Visualizing ML Embeddings in Physical Space
Understanding high-dimensional data using passthrough AR
The Challenge: Understanding High-Dimensional Data
Machine learning models generate embeddings in hundreds or thousands of dimensions. Traditional visualization flattens these into 2D plots using PCA, t-SNE, or UMAP, which loses critical spatial relationships and structural information that exists in the original high-dimensional space.
Traditional 2D Projection
Why This Matters
• Cluster boundaries are ambiguous in 2D
• Distance relationships are distorted
• Outliers may appear grouped or vice versa
• Cannot walk around data to see structure from different angles
• Hard to build intuition about the embedding space
The Solution: Passthrough AR for 3D Embeddings
Passthrough AR provides metric grounding to physical space. Users can walk through 3D embeddings, use their body as a reference frame, and interrogate spatial structure naturally — improving understanding over 2D plots.
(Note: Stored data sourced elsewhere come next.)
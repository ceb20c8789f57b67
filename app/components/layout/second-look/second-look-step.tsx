import { useState } from "react";
import { Link } from "react-router";
import type { LayoutView, LookView } from "../../../domain/layout/view";
import { Button, buttonClass } from "../../../ui/button";
import { Field } from "../../../ui/field";
import { Sign } from "../../../ui/sign";
import { Verdict } from "../../../ui/verdict";
import { clock } from "../../time";
import { smallLength } from "../lengths";
import type { May } from "../may";
import { usePost } from "../use-post";
import { LookEntry } from "./look-entry";
import "./second-look.css";

const COUNT = ["No", "One", "Two", "Three", "Four"];

type Props = { view: LayoutView; may: May; person: string; done: () => void };

/** A second person reads again what weighs most, without having seen the first figures. */
export function SecondLookStep({ view, may, person, done }: Props) {
  const { secondLook, approval } = view;
  const settled = secondLook.state === "agrees" || secondLook.state === "waived";
  return (
    <>
      <LookVerdict view={view} />
      <div className="second-look">
        <ol className="look-points" aria-label="Points to read again">
          {secondLook.items.map((item) => (
            <LookPoint
              key={`${item.point} ${item.side}`}
              view={view}
              item={item}
              person={person}
              mayLook={may.measure && secondLook.state !== "waived" && approval?.state !== "approved"}
              done={done}
            />
          ))}
        </ol>
        <aside className="grid content-start gap-4">
          {settled ? (
            <Link to={`/layouts/${view.id}/step/approval`} className={`${buttonClass("go", "xl")} w-full`}>
              Go to Approval
            </Link>
          ) : null}
          <p className="text-concrete-700">
            These readings weigh most in where the axle comes to stand. Hang the bob yourself, read along the
            line and off it, and type what you read. The first figures are shown once yours are kept. Up to{" "}
            {smallLength(secondLook.within, view.unit)} apart is as near as two people get.
          </p>
          {may.approve && !settled ? <Waive view={view} done={done} /> : null}
        </aside>
      </div>
    </>
  );
}

function LookVerdict({ view }: { view: LayoutView }) {
  const { secondLook } = view;
  const left = secondLook.items.filter((item) => item.state === "to-do").length;
  const names = [...new Set(secondLook.items.flatMap((item) => item.looks.map((look) => look.made.name)))];
  switch (secondLook.state) {
    case "agrees":
      return (
        <Verdict
          tone="true"
          sign="person"
          size="l"
          title="Two people read the same."
          detail={`${names.join(" and ")} looked again. Next: the foreman signs.`}
          live
        />
      );
    case "waived":
      return (
        <Verdict
          tone="waiting"
          sign="person"
          size="l"
          title={`No second look: ${secondLook.waived?.reason ?? ""}`}
          detail={`${secondLook.waived?.made.name ?? ""} let it go on. The sheet says so.`}
          live
        />
      );
    case "apart":
      return (
        <Verdict
          tone="not-true"
          sign="off"
          size="l"
          title="Two readings are apart."
          detail="Hang the bob once more: a third reading by either of you decides."
          live
        />
      );
    case "to-do":
      return (
        <Verdict
          tone="in-hand"
          sign="person"
          size="l"
          title={`${COUNT[left] ?? left} ${left === 1 ? "point" : "points"} to read again.`}
          detail="By somebody else than who read them first."
          live
        />
      );
  }
}

type PointProps = { view: LayoutView; item: LookView; person: string; mayLook: boolean; done: () => void };

function LookPoint({ view, item, person, mayLook, done }: PointProps) {
  const own = item.state === "to-do" && item.firstBy === person;
  return (
    <li className="look-point" data-state={item.state}>
      <h2>
        <Sign
          name={item.state === "agrees" ? "same" : item.state === "apart" ? "off" : "drop"}
          size={24}
          className="flex-none"
        />
        <span>
          {item.label}
          <small>{Math.round(item.share * 100)} % of what is unsure</small>
        </span>
      </h2>
      {item.first ? <Readings view={view} item={item} /> : <p className="text-concrete-700">{item.where}</p>}
      {own ? (
        <p className="font-medium text-brass-ink">You read this one first: somebody else looks again.</p>
      ) : mayLook && item.state !== "agrees" ? (
        <LookEntry view={view} item={item} done={done} />
      ) : null}
    </li>
  );
}

/** What each read, once both have. */
function Readings({ view, item }: { view: LayoutView; item: LookView }) {
  const at = (moment: string) => clock(moment, view.shop.timeZone);
  return (
    <table className="look-readings">
      <caption className="sr-only">Readings of {item.label}</caption>
      <tbody>
        {item.first ? (
          <tr>
            <th scope="row">{item.first.made.name}</th>
            <td>{item.first.typed}</td>
            <td>first, {at(item.first.made.at)}</td>
          </tr>
        ) : null}
        {item.looks.map((look) => (
          <tr key={look.made.at} data-agrees={look.agrees}>
            <th scope="row">{look.made.name}</th>
            <td>{look.typed}</td>
            <td>
              {look.agrees ? "agrees, " : ""}
              {smallLength(look.apart, view.unit)} apart, {at(look.made.at)}
            </td>
          </tr>
        ))}
        {item.setAside.map((look) => (
          <tr key={look.made.at}>
            <th scope="row">{look.made.name}</th>
            <td>
              <s>{look.typed}</s>
            </td>
            <td>set aside: {look.reason}</td>
          </tr>
        ))}
      </tbody>
    </table>
  );
}

/** The foreman may go on without it, and has to say why. */
function Waive({ view, done }: { view: LayoutView; done: () => void }) {
  const [open, setOpen] = useState(false);
  const [reason, setReason] = useState("");
  const sending = usePost(done);
  if (!open)
    return (
      <Button size="l" onClick={() => setOpen(true)}>
        Go on without a second look…
      </Button>
    );
  return (
    <form
      className="grid gap-3 border-brass border-l-4 bg-brass-wash p-4"
      onSubmit={(event) => {
        event.preventDefault();
        void sending.send(`/layouts/${view.id}/waive-look`, { reason });
      }}
    >
      <Field
        label="Why there is no second look"
        name="reason"
        hint="Printed on the layout sheet and kept in the record."
        scale="tablet"
        value={reason}
        onChange={(event) => setReason(event.target.value)}
        error={sending.fields.reason}
        maxLength={200}
        autoFocus
      />
      {sending.trouble && !sending.fields.reason ? (
        <p role="alert" className="font-medium text-oxide">
          {sending.trouble}
        </p>
      ) : null}
      <div className="flex flex-wrap gap-3">
        <Button size="l" tone="stop" type="submit" busy={sending.busy}>
          Waive it
        </Button>
        <Button size="l" tone="quiet" onClick={() => setOpen(false)}>
          Keep the second look
        </Button>
      </div>
    </form>
  );
}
Current 3D Embedding Visualization
AR Advantages Over 2D
Physical Grounding
Room scale provides natural distance metrics
Natural Navigation
Walk, turn, crouch to explore from any angle
Spatial Memory
Physical location aids recall of data structure
True 3D Perception
Depth perception reveals structure lost in 2D
Schedule and Milestones
1
2/10-2/19: Generate Real ML Embeddings
Use a real ML model (CNN for image embeddings or transformer for sentence embeddings) to generate high-dimensional vectors from public datasets. Validate embedding quality and select representative samples.
2
2/19-3/03: Project & Render in Passthrough AR
Apply dimensionality reduction (PCA/UMAP/custom projection) to map embeddings to 3D coordinates. Render in Unity with Meta XR SDK passthrough, allowing users to see embeddings overlaid on their physical environment.
3
3/03-3/05: Comparative User Study
Run a controlled study comparing 2D plots vs passthrough AR on tasks like cluster identification and similarity judgment. Measure accuracy, time, and subjective understanding.
In-Class Activity
Comparative Visualization Experiment
Students will attempt to identify clusters in the same embedding dataset using two different visualization techniques, then compare their accuracy and experience.
2D Scatter Plot
Traditional screen-based visualization
Passthrough AR
Embeddings in physical space
Measured Outcomes
• Cluster identification accuracy
• Time to complete task
• Subjective preference ratings
• Understanding of spatial relationships
Wiki Contributions & Deliverables
Wiki Location: VR Visualization Software → Scientific Visualization → ML Embeddings in AR
Tutorial Document
• Step-by-step guide for visualizing ML embeddings in passthrough AR
• Unity setup with Meta XR SDK integration
• Code examples for embedding generation and 3D projection
Comparative Analysis Table
• Quantitative results: accuracy, completion time, user ratings
• Qualitative insights on spatial understanding
• Recommendations for when each method is most effective
Design Guidelines Page
• When AR helps vs when dimensionality overwhelms
• Best practices for embedding visualization in physical space
• Limitations and future directions
Technology Stack
PyTorch
ML Framework
Generate embeddings from pre-trained models (ResNet, BERT, etc.)
NumPy / Scikit-learn
Data Processing
Data processing and dimensionality reduction (PCA, UMAP)
Unity
AR Platform
3D rendering engine for AR visualization
Meta XR SDK
AR SDK
Passthrough AR capabilities for Quest headsets